The gradual development of a national art market; the rapid rise in the circulation of journals and newspapers; the increased number of illustrated books, book series, and lending libraries (D14, D15, D16, IM32, IM33); new efforts to make museums and concert halls more accessible to the bourgeois public (D10, IM17, IM18); the staging of national or international art exhibitions (IM15, IM16): all these developments eventually exerted a homogenizing effect on German culture. It nevertheless proved impossible to devise, much less impose, identifiably “national” standards of what constituted good German art. Long before 1890, German artists were searching for new ways to express the deeper cultural significance of political unification (D1, D2, D5), industrial capitalism (D19, IM20, IM38), and alienation from bourgeois conventions (D6, IM29, IM30, IM31). Particularly evident in the novels of Imperial Berlin, these issues were tackled in every artistic genre.

Thus, it would be incorrect to say that either complacency or conformism characterized the creativity of individuals who, like Adolph Menzel and Friedrich Nietzsche, followed the beat of a different drummer throughout their careers or who, like Max Liebermann and Gerhart Hauptmann, expropriated the “celebratory” kernel of official court culture by celebrating new subjects and new styles.
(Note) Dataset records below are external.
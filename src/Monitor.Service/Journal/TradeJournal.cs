using System.Threading.Channels;
using Monitor.Analytics.Market;
using Monitor.Service.Engine;

using Monitor.Service.Storage;

namespace Monitor.Service.Journal;

/// <summary>
/// Append-only journal of accepted trades and of quotes, one file per business day (format trade-journal/2, README.md in
/// this folder). Group commit: appends go through a queue to one writer loop, which writes every record waiting
/// and then fsyncs once (<c>FileStream.Flush(true)</c>) for the whole batch, so concurrent callers share a flush.
/// <see cref="AppendTradeAsync"/> completes only after its record is on the disk; <see cref="AppendQuote"/> does
/// not wait (quotes are refreshed all day) but keeps file order with the trades. A failed write fails every
/// trade of its batch with <see cref="JournalWriteException"/> (the callers retry them), keeps its quotes for the next
/// batch (retried every second meanwhile), makes the journal unhealthy until a later write succeeds, and is cut back
/// (no partial line stays) before the next write. One journal per folder.
/// </summary>
public sealed class TradeJournal : IAsyncDisposable
{
    private readonly string _folder;
    private readonly BusinessDayRoll _roll;
    private readonly RecordKey _key;
    private readonly int _maxBatch;
    private readonly TimeProvider _time;
    private readonly Channel<Entry> _queue = Channel.CreateUnbounded<Entry>(new UnboundedChannelOptions { SingleReader = true });
    private readonly List<JournalProblem> _repairs = [];
    private readonly List<Entry> _carried = [];
    private readonly Task _loop;
    private FileStream? _stream;
    private string? _path;
    private long _seq;
    private string _lastMac = JournalLine.Genesis;
    private long _goodLength;
    private bool _needsRepair;
    private string? _lost;
    private volatile string? _lastError;
    private long _flushes;
    private long _records;

    /// <summary>How long quotes of a failed batch wait for a retry when no other append comes.</summary>
    internal static readonly TimeSpan QuoteRetryDelay = TimeSpan.FromSeconds(1);

    public TradeJournal(RecordKey key, JournalOptions options, TimeProvider time, BusinessDayRoll? roll = null)
    {
        ArgumentNullException.ThrowIfNull(key);
        ArgumentNullException.ThrowIfNull(options);
        ArgumentNullException.ThrowIfNull(time);
        if (string.IsNullOrWhiteSpace(options.Folder))
        {
            throw new ArgumentException("Journal:Folder is blank; set the folder of the trade journal.", nameof(options));
        }
        if (options.MaxBatch < 1)
        {
            throw new ArgumentException($"Journal:MaxBatch {options.MaxBatch} must be 1 or more.", nameof(options));
        }
        _folder = options.Folder;
        _roll = roll ?? BusinessDayRoll.UtcMidnight;
        _key = key;
        _maxBatch = options.MaxBatch;
        _time = time;
        _loop = Task.Run(RunAsync);
    }

    /// <summary>False from a failed write until the next successful one.</summary>
    public bool IsHealthy => _lastError is null;

    /// <summary>The last failure (path and reason); null while healthy.</summary>
    public string? LastError => _lastError;

    /// <summary>Torn tails cut off when a day file was opened for appending (found before the first write to it).</summary>
    public IReadOnlyList<JournalProblem> Repairs
    {
        get
        {
            lock (_repairs)
            {
                return _repairs.ToArray();
            }
        }
    }

    /// <summary>Flushes (one per written batch; an fsync when the batch holds a trade).</summary>
    internal long FlushCount => Interlocked.Read(ref _flushes);

    /// <summary>Records written since start.</summary>
    internal long RecordCount => Interlocked.Read(ref _records);

    /// <summary>The day file of a business day in this journal's folder.</summary>
    public string PathOf(DateOnly day) => JournalFiles.PathOf(_folder, day);

    /// <summary>
    /// Queues the trade (synchronously, before returning: calls made in some order are written in that order)
    /// and completes once its line is fsynced. Throws <see cref="JournalWriteException"/> when the write failed.
    /// Cancelling stops the wait only: the record may still be written.
    /// </summary>
    public ValueTask AppendTradeAsync(TradeInput trade, CancellationToken cancellationToken = default)
    {
        ArgumentNullException.ThrowIfNull(trade);
        var done = new TaskCompletionSource(TaskCreationOptions.RunContinuationsAsynchronously);
        if (!_queue.Writer.TryWrite(new Entry(trade, null, done)))
        {
            throw new ObjectDisposedException(nameof(TradeJournal));
        }
        return new ValueTask(cancellationToken.CanBeCanceled ? done.Task.WaitAsync(cancellationToken) : done.Task);
    }

    /// <summary>As <see cref="AppendTradeAsync"/> for an accepted instrument definition (line kind <c>instrument</c>).</summary>
    public ValueTask AppendDefinitionAsync(Analytics.Instruments.Bond bond, CancellationToken cancellationToken = default)
    {
        ArgumentNullException.ThrowIfNull(bond);
        var done = new TaskCompletionSource(TaskCreationOptions.RunContinuationsAsynchronously);
        if (!_queue.Writer.TryWrite(new Entry(null, null, done) { Definition = bond }))
        {
            throw new ObjectDisposedException(nameof(TradeJournal));
        }
        return new ValueTask(cancellationToken.CanBeCanceled ? done.Task.WaitAsync(cancellationToken) : done.Task);
    }

    /// <summary>
    /// Completes once everything queued before it is fsynced, quotes kept from a failed batch included; throws
    /// <see cref="JournalWriteException"/> when that write fails. Lets a quote consumer wait out a failing journal.
    /// </summary>
    public Task FlushAsync(CancellationToken cancellationToken = default)
    {
        var done = new TaskCompletionSource(TaskCreationOptions.RunContinuationsAsynchronously);
        if (!_queue.Writer.TryWrite(new Entry(null, null, done)))
        {
            throw new ObjectDisposedException(nameof(TradeJournal));
        }
        return cancellationToken.CanBeCanceled ? done.Task.WaitAsync(cancellationToken) : done.Task;
    }

    /// <summary>Queues a quote without waiting: it is written in order with the trades and on disk at the next fsync.</summary>
    public void AppendQuote(BondQuote quote)
    {
        ArgumentNullException.ThrowIfNull(quote);
        if (!_queue.Writer.TryWrite(new Entry(null, quote, null)))
        {
            throw new ObjectDisposedException(nameof(TradeJournal));
        }
    }

    /// <summary>Writes what is queued, then closes the file.</summary>
    public async ValueTask DisposeAsync()
    {
        _queue.Writer.TryComplete();
        await _loop.ConfigureAwait(false);
        CloseQuietly();
    }

    private async Task RunAsync()
    {
        var batch = new List<Entry>(_maxBatch);
        var reader = _queue.Reader;
        while (true)
        {
            if (_carried.Count == 0)
            {
                if (!await reader.WaitToReadAsync().ConfigureAwait(false))
                {
                    return;
                }
            }
            else if (!await WaitOrRetryAsync(reader).ConfigureAwait(false))
            {
                WriteBatch([.. _carried]); // closing with quotes still unwritten: one last try
                return;
            }
            batch.Clear();
            batch.AddRange(_carried);
            _carried.Clear();
            while (batch.Count < _maxBatch && reader.TryRead(out var entry))
            {
                batch.Add(entry);
            }
            WriteBatch(batch);
        }
    }

    /// <summary>With quotes of a failed batch waiting: wakes on the next append or after <see cref="QuoteRetryDelay"/>; false once the queue is closed.</summary>
    private async Task<bool> WaitOrRetryAsync(ChannelReader<Entry> reader)
    {
        using var retry = new CancellationTokenSource(QuoteRetryDelay, _time);
        try
        {
            return await reader.WaitToReadAsync(retry.Token).ConfigureAwait(false);
        }
        catch (OperationCanceledException) when (retry.IsCancellationRequested)
        {
            return !reader.Completion.IsCompleted;
        }
    }

    private void WriteBatch(List<Entry> batch)
    {
        var now = _time.GetUtcNow();
        var path = JournalFiles.PathOf(_folder, _roll.BusinessDateOf(now));
        var seq = _seq;
        var mac = _lastMac;
        var written = 0L;
        try
        {
            EnsureOpen(path);
            seq = _seq;
            mac = _lastMac;
            var durable = false;
            foreach (var entry in batch)
            {
                durable |= entry.Done is not null;
                if (entry.Trade is null && entry.Quote is null && entry.Definition is null)
                {
                    continue; // a flush request: no line of its own
                }
                seq++;
                var line = entry.Trade is { } trade ? JournalLine.Trade(_key, seq, now, trade, mac)
                    : entry.Definition is { } bond ? JournalLine.Definition(_key, seq, now, bond, mac)
                    : JournalLine.Quote(_key, seq, now, entry.Quote!, mac);
                mac = JournalLine.MacIn(line);
                _stream!.Write(line);
                written += line.Length;
            }
            _stream!.Flush(flushToDisk: durable);
            Interlocked.Increment(ref _flushes);
        }
        catch (Exception ex) when (ex is IOException or UnauthorizedAccessException or NotSupportedException)
        {
            _needsRepair = true;
            CloseQuietly();
            var failure = new JournalWriteException(_path ?? path, ex.Message, ex);
            _lastError = failure.Message;
            foreach (var entry in batch)
            {
                entry.Done?.TrySetException(failure);
            }
            // Trades fail to their callers, who retry them; quotes have no caller waiting, so the journal keeps them and
            // writes them first with the next batch (file order stays the order of the appends).
            _carried.AddRange(batch.Where(e => e.Done is null));
            return;
        }
        Interlocked.Add(ref _records, seq - _seq);
        _seq = seq;
        _lastMac = mac;
        _goodLength += written;
        _lastError = null;
        foreach (var entry in batch)
        {
            entry.Done?.TrySetResult();
        }
    }

    /// <summary>Opens the day file for appending: cuts back what a failed write left, and on first opening a file continues its sequence.</summary>
    private void EnsureOpen(string path)
    {
        if (_lost is not null)
        {
            throw new IOException(_lost);
        }
        if (_stream is not null && _path is not null)
        {
            CheckStillOnDisk(_path);
        }
        if (_stream is not null && !_needsRepair && string.Equals(path, _path, StringComparison.Ordinal))
        {
            return;
        }
        CloseQuietly();
        if (_needsRepair && _path is not null && File.Exists(_path))
        {
            // The file of the failed write first (maybe yesterday's): no partial line may stay behind.
            PartialWriteCutBack.CutBackTo(_path, _goodLength);
        }
        if (!string.Equals(path, _path, StringComparison.Ordinal))
        {
            Directory.CreateDirectory(_folder);
            var existing = JournalReplay.ReadFile(_key, path);
            if (existing.CompleteLength < FileLength.Of(path))
            {
                PartialWriteCutBack.CutBackTo(path, existing.CompleteLength);
                lock (_repairs)
                {
                    _repairs.AddRange(existing.Problems.Where(p => p.Kind == JournalProblemKind.TornTail));
                }
            }
            _path = path;
            _seq = existing.LastSeq;
            _lastMac = existing.LastMac;
            _goodLength = existing.CompleteLength;
        }
        _stream = new FileStream(path, FileMode.Append, FileAccess.Write, FileShare.Read, bufferSize: 64 * 1024);
        _needsRepair = false;
    }

    /// <summary>
    /// Refuses to write into a file that is no longer the one on disk: the day file (or its folder) was deleted or
    /// replaced under the writer, so appends would go into an unlinked file and vanish at the next start. The path must
    /// still exist with exactly the bytes this writer put there (a replacement of the very same length is not caught).
    /// From then on every write fails (a storage fault: <c>storage</c> Unhealthy, acknowledgements stop) until the
    /// file is restored and the service restarted.
    /// </summary>
    private void CheckStillOnDisk(string path)
    {
        var onDisk = File.Exists(path) ? FileLength.Of(path) : -1;
        if (onDisk != _goodLength)
        {
            _lost = onDisk < 0
                ? $"the journal day file {path} (or its folder) was deleted while the service was writing it; restore it and restart the service."
                : $"the journal day file {path} holds {onDisk} bytes but this writer wrote {_goodLength}: it was replaced or changed while the service was writing it; restore it and restart the service.";
            throw new IOException(_lost);
        }
    }

    private void CloseQuietly()
    {
        var stream = _stream;
        _stream = null;
        try
        {
            stream?.Dispose();
        }
        catch (IOException)
        {
            // Disposing flushes what a failed write left in the buffer; the repair cuts it off again.
        }
        catch (UnauthorizedAccessException)
        {
        }
    }

    private sealed record Entry(TradeInput? Trade, BondQuote? Quote, TaskCompletionSource? Done)
    {
        public Analytics.Instruments.Bond? Definition { get; init; }
    }
}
Many of the artists whose work is featured in this chapter – Fritz von Uhde, Hans Marées, Wilhelm Leibl, Arnold Böcklin, and others – laid the groundwork for the Secession movements that developed in Dresden and Munich after 1890. But as we see when we compare reactions to two German unifications (1870/71 and 1989/90), cultural anxiety about the durability of fundamental social values was expressed in print, paint, and on the stage, even as victorious Prussian troops marched through the Brandenburg Gate in 1866 (the analogous moment in October 1989 might be the now-famous kiss on the cheek that occurred when Mikhail Gorbachev and Erich Honecker celebrated the 40th anniversary of East Germany’s founding, even as the GDR’s popular legitimacy was crumbling).